Aim of the exercise
Type again, exactly, the lines below from the start through the line that includes "const observer = new".

Data for this exercise
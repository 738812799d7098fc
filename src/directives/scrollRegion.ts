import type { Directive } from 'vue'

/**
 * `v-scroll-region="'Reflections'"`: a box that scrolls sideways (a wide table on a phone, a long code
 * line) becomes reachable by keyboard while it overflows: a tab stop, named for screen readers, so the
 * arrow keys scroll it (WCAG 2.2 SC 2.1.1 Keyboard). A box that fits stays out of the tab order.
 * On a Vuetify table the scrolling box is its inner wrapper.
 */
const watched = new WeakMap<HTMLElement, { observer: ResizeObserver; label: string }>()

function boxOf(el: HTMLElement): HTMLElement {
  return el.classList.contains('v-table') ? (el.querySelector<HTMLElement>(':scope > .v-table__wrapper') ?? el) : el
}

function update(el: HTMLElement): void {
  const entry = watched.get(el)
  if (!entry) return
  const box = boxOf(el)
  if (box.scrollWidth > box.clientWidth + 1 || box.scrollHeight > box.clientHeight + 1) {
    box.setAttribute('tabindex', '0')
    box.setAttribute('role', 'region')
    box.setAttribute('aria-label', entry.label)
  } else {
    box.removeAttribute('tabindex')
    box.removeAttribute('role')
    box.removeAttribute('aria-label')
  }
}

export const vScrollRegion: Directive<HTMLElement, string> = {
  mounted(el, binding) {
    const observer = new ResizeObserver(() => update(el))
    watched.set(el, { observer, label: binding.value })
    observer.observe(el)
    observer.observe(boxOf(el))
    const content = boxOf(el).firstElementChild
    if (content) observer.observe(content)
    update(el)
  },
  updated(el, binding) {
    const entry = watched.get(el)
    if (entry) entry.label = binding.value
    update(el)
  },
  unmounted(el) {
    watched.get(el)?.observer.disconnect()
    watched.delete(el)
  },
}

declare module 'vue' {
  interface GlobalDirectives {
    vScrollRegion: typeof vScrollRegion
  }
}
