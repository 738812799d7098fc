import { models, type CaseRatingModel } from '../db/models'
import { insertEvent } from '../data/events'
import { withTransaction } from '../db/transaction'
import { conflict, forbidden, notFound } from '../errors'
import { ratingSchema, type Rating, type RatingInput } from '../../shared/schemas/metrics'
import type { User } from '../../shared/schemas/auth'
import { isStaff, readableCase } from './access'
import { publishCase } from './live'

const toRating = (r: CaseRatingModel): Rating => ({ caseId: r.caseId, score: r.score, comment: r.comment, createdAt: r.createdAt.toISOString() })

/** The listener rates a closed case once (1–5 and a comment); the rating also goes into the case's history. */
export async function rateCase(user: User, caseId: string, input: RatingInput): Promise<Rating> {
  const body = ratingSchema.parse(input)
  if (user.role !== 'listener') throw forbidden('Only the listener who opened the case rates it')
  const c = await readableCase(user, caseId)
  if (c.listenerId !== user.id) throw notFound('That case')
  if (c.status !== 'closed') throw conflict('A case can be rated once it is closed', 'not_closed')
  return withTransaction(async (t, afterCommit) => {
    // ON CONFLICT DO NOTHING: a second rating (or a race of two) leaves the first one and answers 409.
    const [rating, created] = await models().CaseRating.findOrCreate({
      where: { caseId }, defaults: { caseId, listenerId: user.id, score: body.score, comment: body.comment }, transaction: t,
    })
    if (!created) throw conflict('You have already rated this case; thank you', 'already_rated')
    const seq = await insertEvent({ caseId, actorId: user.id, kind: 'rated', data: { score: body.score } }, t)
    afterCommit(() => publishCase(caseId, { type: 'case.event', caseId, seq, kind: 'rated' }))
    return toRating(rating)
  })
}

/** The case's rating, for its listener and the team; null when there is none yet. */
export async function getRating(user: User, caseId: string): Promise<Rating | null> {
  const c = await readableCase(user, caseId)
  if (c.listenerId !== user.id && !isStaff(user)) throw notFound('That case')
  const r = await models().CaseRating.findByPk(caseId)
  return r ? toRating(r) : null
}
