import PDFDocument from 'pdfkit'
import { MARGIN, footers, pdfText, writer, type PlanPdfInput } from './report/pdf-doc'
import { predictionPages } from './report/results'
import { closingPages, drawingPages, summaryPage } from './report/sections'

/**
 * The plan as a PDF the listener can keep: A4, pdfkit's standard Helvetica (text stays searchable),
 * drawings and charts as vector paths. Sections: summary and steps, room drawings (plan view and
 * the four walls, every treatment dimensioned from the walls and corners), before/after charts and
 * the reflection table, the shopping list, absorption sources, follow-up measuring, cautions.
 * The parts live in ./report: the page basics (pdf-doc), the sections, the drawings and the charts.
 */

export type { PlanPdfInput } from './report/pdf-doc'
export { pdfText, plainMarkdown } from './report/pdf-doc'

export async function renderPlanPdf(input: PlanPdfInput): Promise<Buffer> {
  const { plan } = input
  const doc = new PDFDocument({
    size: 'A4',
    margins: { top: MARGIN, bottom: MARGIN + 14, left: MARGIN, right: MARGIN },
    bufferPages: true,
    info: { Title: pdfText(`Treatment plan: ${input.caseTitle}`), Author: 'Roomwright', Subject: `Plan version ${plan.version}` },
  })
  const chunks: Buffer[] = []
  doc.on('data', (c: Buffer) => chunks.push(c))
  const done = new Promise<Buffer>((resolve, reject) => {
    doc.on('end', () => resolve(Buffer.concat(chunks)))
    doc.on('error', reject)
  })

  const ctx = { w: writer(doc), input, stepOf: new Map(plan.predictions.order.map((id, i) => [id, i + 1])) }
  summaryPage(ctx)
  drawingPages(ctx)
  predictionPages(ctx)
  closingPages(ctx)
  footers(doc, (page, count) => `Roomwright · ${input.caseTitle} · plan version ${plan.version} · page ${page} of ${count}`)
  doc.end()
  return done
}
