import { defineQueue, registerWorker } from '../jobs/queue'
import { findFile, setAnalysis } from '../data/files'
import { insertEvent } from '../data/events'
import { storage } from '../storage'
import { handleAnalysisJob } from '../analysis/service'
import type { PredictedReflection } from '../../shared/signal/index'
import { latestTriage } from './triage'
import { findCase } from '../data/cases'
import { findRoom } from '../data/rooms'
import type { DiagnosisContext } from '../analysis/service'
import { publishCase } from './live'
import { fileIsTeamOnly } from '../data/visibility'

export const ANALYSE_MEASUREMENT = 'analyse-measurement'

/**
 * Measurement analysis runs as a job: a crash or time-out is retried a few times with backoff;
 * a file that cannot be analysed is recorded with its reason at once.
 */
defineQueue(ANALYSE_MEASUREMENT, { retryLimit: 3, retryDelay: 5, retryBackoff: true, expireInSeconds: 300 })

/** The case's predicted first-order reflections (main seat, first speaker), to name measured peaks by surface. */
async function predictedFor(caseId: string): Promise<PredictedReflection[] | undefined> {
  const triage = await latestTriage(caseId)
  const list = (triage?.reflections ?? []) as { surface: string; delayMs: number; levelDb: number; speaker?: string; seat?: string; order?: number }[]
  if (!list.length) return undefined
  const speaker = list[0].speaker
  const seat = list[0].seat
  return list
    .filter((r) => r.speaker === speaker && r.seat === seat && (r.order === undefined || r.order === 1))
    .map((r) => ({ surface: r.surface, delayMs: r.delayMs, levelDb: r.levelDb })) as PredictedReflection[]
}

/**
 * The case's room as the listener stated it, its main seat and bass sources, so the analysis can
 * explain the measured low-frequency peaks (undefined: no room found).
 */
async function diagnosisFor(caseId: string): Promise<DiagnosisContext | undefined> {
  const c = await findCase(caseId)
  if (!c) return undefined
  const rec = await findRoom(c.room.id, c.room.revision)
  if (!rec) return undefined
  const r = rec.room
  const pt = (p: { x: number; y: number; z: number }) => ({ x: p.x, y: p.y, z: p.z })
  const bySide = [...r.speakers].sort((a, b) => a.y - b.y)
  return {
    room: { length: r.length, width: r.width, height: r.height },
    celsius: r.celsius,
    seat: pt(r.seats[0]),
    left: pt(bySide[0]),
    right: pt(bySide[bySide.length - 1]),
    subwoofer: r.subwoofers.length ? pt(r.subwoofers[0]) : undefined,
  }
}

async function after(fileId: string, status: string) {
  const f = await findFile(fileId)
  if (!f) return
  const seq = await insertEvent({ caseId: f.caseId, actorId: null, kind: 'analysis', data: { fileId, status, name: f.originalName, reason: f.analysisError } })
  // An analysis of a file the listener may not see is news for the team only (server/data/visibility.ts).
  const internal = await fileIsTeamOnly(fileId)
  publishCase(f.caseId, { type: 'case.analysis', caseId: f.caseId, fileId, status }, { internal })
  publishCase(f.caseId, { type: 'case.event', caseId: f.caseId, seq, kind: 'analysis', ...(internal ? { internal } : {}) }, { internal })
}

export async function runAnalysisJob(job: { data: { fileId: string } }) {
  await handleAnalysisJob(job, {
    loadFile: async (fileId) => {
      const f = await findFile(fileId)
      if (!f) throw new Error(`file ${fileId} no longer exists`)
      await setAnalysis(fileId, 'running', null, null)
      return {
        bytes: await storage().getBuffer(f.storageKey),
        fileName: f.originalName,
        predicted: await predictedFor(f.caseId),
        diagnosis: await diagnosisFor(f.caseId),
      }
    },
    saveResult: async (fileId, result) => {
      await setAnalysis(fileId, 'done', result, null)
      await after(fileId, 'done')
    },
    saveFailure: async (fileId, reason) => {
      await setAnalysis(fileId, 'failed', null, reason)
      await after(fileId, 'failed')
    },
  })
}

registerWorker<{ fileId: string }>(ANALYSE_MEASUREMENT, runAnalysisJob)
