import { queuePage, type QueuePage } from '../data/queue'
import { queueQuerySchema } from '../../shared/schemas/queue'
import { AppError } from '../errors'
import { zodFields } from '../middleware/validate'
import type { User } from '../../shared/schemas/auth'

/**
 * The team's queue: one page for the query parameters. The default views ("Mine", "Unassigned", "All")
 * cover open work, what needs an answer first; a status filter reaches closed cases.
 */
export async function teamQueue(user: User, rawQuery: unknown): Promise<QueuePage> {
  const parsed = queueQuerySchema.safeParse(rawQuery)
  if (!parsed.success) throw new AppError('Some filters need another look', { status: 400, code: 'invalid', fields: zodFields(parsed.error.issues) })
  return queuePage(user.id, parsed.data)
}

Response for this exercise
repository 738812799d7098fc
filename src/directives/scrollRegion.ts
import type { Directive } from 'vue'

/**
 * `v-scroll-region="'Reflections'"`: a box that scrolls sideways (a wide table on a phone, a long code
 * line) becomes reachable by keyboard while it overflows: a tab stop, named for screen readers, so the
 * arrow keys scroll it (WCAG 2.2 SC 2.1.1 Keyboard). A box that fits stays out of the tab order.
 * On a Vuetify table the scrolling box is its inner wrapper.
 */
const watched = new WeakMap<HTMLElement, { observer: ResizeObserver; label: string }>()

function boxOf(el: HTMLElement): HTMLElement {
  return el.classList.contains('v-table') ? (el.querySelector<HTMLElement>(':scope > .v-table__wrapper') ?? el) : el
}

function update(el: HTMLElement): void {
  const entry = watched.get(el)
  if (!entry) return
  const box = boxOf(el)
  if (box.scrollWidth > box.clientWidth + 1 || box.scrollHeight > box.clientHeight + 1) {
    box.setAttribute('tabindex', '0')
    box.setAttribute('role', 'region')
    box.setAttribute('aria-label', entry.label)
  } else {
    box.removeAttribute('tabindex')
    box.removeAttribute('role')
    box.removeAttribute('aria-label')
  }
}

export const vScrollRegion: Directive<HTMLElement, string> = {
  mounted(el, binding) {
    const observer = new ResizeObserver(() => update(el))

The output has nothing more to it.